* **WHAT YOU HAVE TO DO**:
Quote the listing below in its entirety.

*** Block opens ***

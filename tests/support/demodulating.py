"""Rendered feeds taken apart again: the complex lines of a periodic envelope, and what air adds.

A line h stands h · tone_hz beside the carrier; everything here is periodic with the tone, so the
lines are exact values of one discrete Fourier transform, with no window and no filter.
"""

from __future__ import annotations

import numpy as np
from support.rigs import grid, make_show

from beamctl.engine.renderer import Renderer
from beamctl.show.records import Record

RATE = 192_000


def render(
    programme: np.ndarray,
    law: str,
    depth: float,
    samples: int,
    q: float = 0.01,
    power: float = 0.25,
    carrier_hz: float = 40_000.0,
) -> np.ndarray:
    """(samples,) float64 of the one feed of a one-cell panel, long after everything has settled.

    programme  (frames, 2) analytic, repeated without a seam; a cell of small q is not equalised
    """
    show = make_show(cells=grid(1, 1), q=q, carrier_hz=carrier_hz)
    renderer = Renderer(show, {"p": {"tone": programme}})
    renderer.put(Record(0, "law", "a", args={"law": law, "n": 0}))
    renderer.put(Record(0, "depth", "a", args={"depth": depth, "n": 0}))
    renderer.put(Record(0, "play", "a", args={"sound": "tone", "loop": True}))
    renderer.put(Record(0, "level", "a", args={"power": power, "n": 3840}))
    out = np.zeros((38_400 + samples, 1), np.float32)
    renderer.render(out)
    return out[38_400:, 0].astype(np.float64)


def lines_of(feed: np.ndarray, tone_hz: float, carrier_hz: float = 40_000.0) -> np.ndarray:
    """Lines -K … K of the envelope, (2 K + 1,) complex, K lines being all above 0 Hz and Nyquist.

    `feed` must hold whole periods of tone and carrier.
    """
    step_hz = RATE / len(feed)
    middle, apart = carrier_hz / step_hz, tone_hz / step_hz
    assert middle == round(middle) and apart == round(apart), "not whole periods"
    reach = int(min(carrier_hz, 0.5 * RATE - carrier_hz, 20e3) / tone_hz)
    at = round(middle) + round(apart) * np.arange(-reach, reach + 1)
    return 2.0 * np.fft.rfft(feed)[at] / len(feed)


def audible(lines: np.ndarray) -> np.ndarray:
    """Amplitude of d²/dt²|E|² at 0, 1, 2 … times the tone, in units of (2π tone)².

    Berktay, J. Sound Vib. 2 (1965) 435: the far-field pressure of a modulated carrier.
    """
    square = np.convolve(lines, np.conj(lines[::-1]))[len(lines) - 1 :]
    return 2.0 * np.abs(square) * np.arange(len(square)) ** 2


def distortion(tones: np.ndarray, highest: int = 19) -> float:
    """Total harmonic distortion of `audible` tones, re the first, up to harmonic `highest`."""
    return float(np.sqrt(np.sum(tones[2 : highest + 1] ** 2)) / tones[1])
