/* The system's wall clock, ahead by the seconds that a file holds; loaded before the C library. */
#define _GNU_SOURCE
#include <fcntl.h>
#include <stdint.h>
#include <stdlib.h>
#include <sys/mman.h>
#include <sys/syscall.h>
#include <time.h>
#include <unistd.h>

static const volatile int64_t *ahead_s;

__attribute__((constructor)) static void join(void)
{
    const char *path = getenv("WALLCLOCK_AHEAD");
    int file = path ? open(path, O_RDONLY | O_CLOEXEC) : -1;
    void *memory = mmap(NULL, sizeof *ahead_s, PROT_READ, MAP_SHARED, file, 0);
    if (memory != MAP_FAILED)
        ahead_s = memory;
    if (file >= 0)
        close(file);
}

int clock_gettime(clockid_t clock, struct timespec *now)
{
    int failed = (int)syscall(SYS_clock_gettime, clock, now);
    if (!failed && clock == CLOCK_REALTIME && ahead_s)
        now->tv_sec += *ahead_s;
    return failed;
}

*** Block closes ***

* **ANSWER TO THIS EXERCISE**:
filename tests/support/demodulating.py
"""Rendered feeds taken apart again: the complex lines of a periodic envelope, and what air adds.

A line h stands h · tone_hz beside the carrier; everything here is periodic with the tone, so the
lines are exact values of one discrete Fourier transform, with no window and no filter.
"""

from __future__ import annotations

import numpy as np
from support.rigs import grid, make_show

from beamctl.engine.renderer import Renderer
from beamctl.show.records import Record

RATE = 192_000


def render(
    programme: np.ndarray,
    law: str,
    depth: float,
    samples: int,
    q: float = 0.01,
    power: float = 0.25,
    carrier_hz: float = 40_000.0,
) -> np.ndarray:
    """(samples,) float64 of the one feed of a one-cell panel, long after everything has settled.

    programme  (frames, 2) analytic, repeated without a seam; a cell of small q is not equalised
    """
    show = make_show(cells=grid(1, 1), q=q, carrier_hz=carrier_hz)
    renderer = Renderer(show, {"p": {"tone": programme}})
    renderer.put(Record(0, "law", "a", args={"law": law, "n": 0}))
    renderer.put(Record(0, "depth", "a", args={"depth": depth, "n": 0}))
    renderer.put(Record(0, "play", "a", args={"sound": "tone", "loop": True}))
    renderer.put(Record(0, "level", "a", args={"power": power, "n": 3840}))
    out = np.zeros((38_400 + samples, 1), np.float32)
    renderer.render(out)
    return out[38_400:, 0].astype(np.float64)


def lines_of(feed: np.ndarray, tone_hz: float, carrier_hz: float = 40_000.0) -> np.ndarray:
    """Lines -K … K of the envelope, (2 K + 1,) complex, K lines being all above 0 Hz and Nyquist.

    `feed` must hold whole periods of tone and carrier.
    """
    step_hz = RATE / len(feed)
    middle, apart = carrier_hz / step_hz, tone_hz / step_hz
    assert middle == round(middle) and apart == round(apart), "not whole periods"
    reach = int(min(carrier_hz, 0.5 * RATE - carrier_hz, 20e3) / tone_hz)
    at = round(middle) + round(apart) * np.arange(-reach, reach + 1)
    return 2.0 * np.fft.rfft(feed)[at] / len(feed)


def audible(lines: np.ndarray) -> np.ndarray:
    """Amplitude of d²/dt²|E|² at 0, 1, 2 … times the tone, in units of (2π tone)².

    Berktay, J. Sound Vib. 2 (1965) 435: the far-field pressure of a modulated carrier.
    """
    square = np.convolve(lines, np.conj(lines[::-1]))[len(lines) - 1 :]
    return 2.0 * np.abs(square) * np.arange(len(square)) ** 2


def distortion(tones: np.ndarray, highest: int = 19) -> float:
    """Total harmonic distortion of `audible` tones, re the first, up to harmonic `highest`."""
    return float(np.sqrt(np.sum(tones[2 : highest + 1] ** 2)) / tones[1])
/* The system's wall clock, ahead by the seconds that a file holds; loaded before the C library. */
#define _GNU_SOURCE
#include <fcntl.h>
#include <stdint.h>
#include <stdlib.h>
#include <sys/mman.h>
#include <sys/syscall.h>
#include <time.h>
#include <unistd.h>

static const volatile int64_t *ahead_s;

__attribute__((constructor)) static void join(void)
{
    const char *path = getenv("WALLCLOCK_AHEAD");
    int file = path ? open(path, O_RDONLY | O_CLOEXEC) : -1;
    void *memory = mmap(NULL, sizeof *ahead_s, PROT_READ, MAP_SHARED, file, 0);
    if (memory != MAP_FAILED)
        ahead_s = memory;
    if (file >= 0)
        close(file);
}

int clock_gettime(clockid_t clock, struct timespec *now)
{
    int failed = (int)syscall(SYS_clock_gettime, clock, now);
    if (!failed && clock == CLOCK_REALTIME && ahead_s)
        now->tv_sec += *ahead_s;
    return failed;
}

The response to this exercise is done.